What I care about is having a marketplace where a wide variety of Indies can write a wide variety of games and make a living. The casual portals have their place, but, if you aren't prepared for how little they're going to pay you, they're a trap.
Edit: I should have also mentioned Reflexive games, who are also being admirable in pricing Indies at a level where they can actually make money.
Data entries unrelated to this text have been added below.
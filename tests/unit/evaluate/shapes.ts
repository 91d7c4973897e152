import type { EvaluationRequest } from '../../../shared/evaluate/schema.ts'
import type { WallSpec } from '../../../shared/walls/schema.ts'
import type { Vertex } from '../../../shared/geometry/types.ts'

/** Plain shapes and requests for the tests. mm and degrees. */

export function rectangle(width: number, height: number, x = 0, y = 0): Vertex[] {
  return [
    { x, y },
    { x: x + width, y },
    { x: x + width, y: y + height },
    { x, y: y + height },
  ]
}

/** A regular polygon, counter-clockwise. */
export function polygon(sides: number, radius: number): Vertex[] {
  return Array.from({ length: sides }, (_, i) => {
    const angle = (2 * Math.PI * i) / sides
    return { x: radius * Math.cos(angle), y: radius * Math.sin(angle) }
  })
}

/** Two half circles, clockwise as a hole runs. */
export function circle(x: number, y: number, radius: number): Vertex[] {
  return [
    { x: x - radius, y, bulge: -1 },
    { x: x + radius, y, bulge: -1 },
  ]
}

/** An isosceles triangle whose top corner (vertex 2) has the given interior angle, degrees. */
export function wedge(angle: number, side = 200): Vertex[] {
  const half = (angle * Math.PI) / 360
  const [x, y] = [side * Math.sin(half), side * Math.cos(half)]
  return [
    { x: -x, y: -y },
    { x, y: -y },
    { x: 0, y: 0 },
  ]
}

export function tilted(tilts: readonly number[], thickness: number, loop = 0): WallSpec[] {
  return tilts.flatMap((tilt, edge) =>
    tilt === 0 ? [] : [{ loop, edge, facets: [{ depth: thickness, tilt }] }],
  )
}

export function plate(
  loops: readonly Vertex[][],
  walls: readonly WallSpec[],
  thickness = 10,
  more: Partial<EvaluationRequest> = {},
): EvaluationRequest {
  return { plate: { thickness }, loops: loops.map((loop) => [...loop]), walls: [...walls], ...more }
}

/** The same loop walked the other way, from the same first vertex: the caller's edge i becomes edge n − 1 − i. */
export function turned(loop: readonly Vertex[]): Vertex[] {
  const n = loop.length
  return loop.map((_, i) => {
    const vertex = loop[(n - i) % n]
    const edge = loop[n - 1 - i]
    if (!vertex || !edge) throw new Error('a loop has vertices')
    return edge.bulge ? { x: vertex.x, y: vertex.y, bulge: -edge.bulge } : { x: vertex.x, y: vertex.y }
  })
}
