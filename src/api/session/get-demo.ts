import { queryOptions, useQuery } from "@tanstack/react-query";
import { apiPaths } from "#shared/api/paths.ts";
import { demoResponse } from "#shared/api/session.ts";
import { request } from "../client.ts";

const demoOptions = () =>
  queryOptions({
    queryKey: ["demo"],
    queryFn: ({ signal }) => request(apiPaths.demo(), demoResponse, { signal, anonymous: true }),
    staleTime: Number.POSITIVE_INFINITY,
  });

export const useDemo = () => useQuery(demoOptions());
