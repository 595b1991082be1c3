import { Worker, type WorkerOptions } from "node:worker_threads";

/** A thread of the server that runs a TypeScript module; the module finds `data` beside its own address in workerData. */
export const startThread = (module: URL, { data, ...options }: Omit<WorkerOptions, "workerData" | "execArgv"> & { data?: object } = {}): Worker =>
  new Worker(new URL("./start.mjs", import.meta.url), { ...options, execArgv: [], workerData: { ...data, module: module.href } });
This issue is increasingly relevant due to the iPhone App store, which isn't mentioned in this article. Popcap's highly regarded Peggle debuted at a very cheap price of $4.99, but languished in 60th place on the list until it was price dropped to 99 cents. Only then did it reach the top 10.
It's a bit ironic for me to be criticizing the App store, since in Nintendo DSi threads I've been slamming that service and pointing to the App store as the path to follow, but while overall I like the direction of the App store over the overly slow and selected Nintendo store, there genuinely is a problem with the massive downward pricing pressure on the App store. It's not just the App store though. In any online downloadable store there seems to be incredibly unrealistic pricing expectations and a massive downward push on prices. Every time a notable downloadable game comes out there is criticism about price. When you look at it objectively, prices around $12 are a pittance, and yet that's considered expensive in the downloadable space. This is a problem.
Though highly polished independent games are frequently made by only one or two people, the costs are still frequently over $100,000. When you factor in marketing costs and also that the portals take a cut of the profits it's pretty obvious that these games can't all be 99 cents and hope to easily make a profit.
As this article states, the downward price pressure is in the long term going to push game creators into taking less risks. How on earth could you justify making a polished iPhone game if within two months you're going to be forced into price dropping down to 2.99 or less just to stay visible on the chart?